- _Assignment_
Find all lines below containing the string "firstDayWithout" and return them.

[Stored data]
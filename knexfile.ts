import { fileURLToPath } from 'node:url';
import { knexConfig } from './src/lib/server/db/knex-config.ts';
import { databaseFile } from './src/lib/server/db/database-file.ts';

// Used by the knex command line (migrations and seeds). The application opens its own pool from the same config.
export default {
	...knexConfig(databaseFile(process.env)),
	migrations: {
		directory: fileURLToPath(new URL('./migrations', import.meta.url)),
		extension: 'ts',
		loadExtensions: ['.ts']
	},
	seeds: {
		directory: fileURLToPath(new URL('./seeds', import.meta.url)),
		extension: 'ts',
		loadExtensions: ['.ts']
	}
};
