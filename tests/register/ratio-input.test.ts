import { describe, expect, it } from 'vitest';
import { formatRatio, parseRatio } from '$lib/register/ratio-input';

describe('transformer ratios', () => {
	it.each([
		['current', '1600/5', 1600, 5],
		['current', '1600 : 5 A', 1600, 5],
		['current', '0.8 kA / 1 A', 800, 1],
		['voltage', '14400/120', 14_400, 120],
		['voltage', '14.4 kV/120 V', 14_400, 120],
		['voltage', '11000/√3 : 110/√3', 11_000, 110],
		['voltage', '11000/sqrt(3) / 110/sqrt(3)', 11_000, 110]
	] as const)('%s %s', (kind, typed, primary, secondary) => {
		expect(parseRatio(kind, typed)).toEqual({ ok: true, value: { primary, secondary } });
	});

	it.each(['1600', '1600/', '/5', '5/1600', '1600/5/1', '0/5', '1600/0', '11000/√3 : 110'])(
		'refuses %s',
		(typed) => {
			const parsed = parseRatio('current', typed);
			expect(parsed.ok).toBe(false);
			expect(!parsed.ok && parsed.problem).toContain('1600/5');
		}
	);

	it('is shown back as nameplates print it', () => {
		expect(formatRatio({ primary: 1600, secondary: 5 })).toBe('1600/5');
	});
});
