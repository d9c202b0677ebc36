import { describe, expect, it } from 'vitest';
import { calibrationValidityDuring, calibrationValidityOnDays } from '$lib/register/calibration-validity';

const first = { certificateNumber: 'C-1', calibratedOn: '2024-03-01', dueOn: '2025-03-01' };
const next = { certificateNumber: 'C-2', calibratedOn: '2025-02-20', dueOn: '2026-02-20' };
const late = { certificateNumber: 'C-3', calibratedOn: '2026-04-01', dueOn: '2027-04-01' };

describe('standing of a calibration while something was measured', () => {
	it('counts on its first and on its due day', () => {
		expect(calibrationValidityOnDays([first], '2024-03-01', '2024-03-01').state).toBe('valid');
		expect(calibrationValidityOnDays([first], '2025-03-01', '2025-03-01').state).toBe('valid');
	});

	it('is expired the day after, and names the certificate that ran out', () => {
		expect(calibrationValidityOnDays([first], '2025-03-02', '2025-03-02')).toEqual({
			state: 'expired',
			certificate: first,
			firstDayWithout: '2025-03-02'
		});
	});

	it('lets certificates that follow each other cover a time together, in any order', () => {
		expect(calibrationValidityOnDays([late, next, first], '2025-02-25', '2025-03-10')).toEqual({
			state: 'valid',
			certificate: next
		});
		expect(calibrationValidityOnDays([next, first], '2024-12-01', '2025-12-01').state).toBe('valid');
	});

	it('sees a gap in the middle of a long measurement', () => {
		expect(calibrationValidityOnDays([first, next, late], '2026-02-01', '2026-05-01')).toEqual({
			state: 'expired',
			certificate: next,
			firstDayWithout: '2026-02-21'
		});
	});

	it('tells a calibration made afterwards from none at all', () => {
		expect(calibrationValidityOnDays([late, next], '2024-06-01', '2024-06-02')).toEqual({
			state: 'not-yet',
			certificate: next,
			firstDayWithout: '2024-06-01'
		});
		expect(calibrationValidityOnDays([], '2024-06-01', '2024-06-02')).toEqual({ state: 'none' });
	});

	it('reads the day off the calendar of the site', () => {
		// 2 March 2025, 03:30 UTC is still 1 March in Chicago (UTC−6).
		const capture = { start_ms: Date.parse('2025-03-02T03:30:00Z'), duration_s: 60 };
		expect(calibrationValidityDuring([first], capture, 'America/Chicago').state).toBe('valid');
		expect(calibrationValidityDuring([first], capture, 'UTC').state).toBe('expired');
	});

	it('looks at the end of the capture too', () => {
		const capture = { start_ms: Date.parse('2025-02-27T12:00:00Z'), duration_s: 7 * 86_400 };
		expect(calibrationValidityDuring([first], capture, 'UTC')).toMatchObject({
			state: 'expired',
			firstDayWithout: '2025-03-02'
		});
	});
});
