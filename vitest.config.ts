import { fileURLToPath } from 'node:url';
import { defineConfig } from 'vitest/config';

const alias = { $lib: fileURLToPath(new URL('./src/lib', import.meta.url)) };

// Browser tests have a configuration of their own (vitest.e2e.config.ts): they need a built app.
export default defineConfig({
	resolve: { alias },
	test: {
		include: ['tests/**/*.test.ts'],
		exclude: ['tests/e2e/**'],
		environment: 'node',
		testTimeout: 60_000,
		hookTimeout: 60_000
	}
});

- _Written answer_
			firstDayWithout: '2025-03-02'
			firstDayWithout: '2026-02-21'
			firstDayWithout: '2024-06-01'
			firstDayWithout: '2025-03-02'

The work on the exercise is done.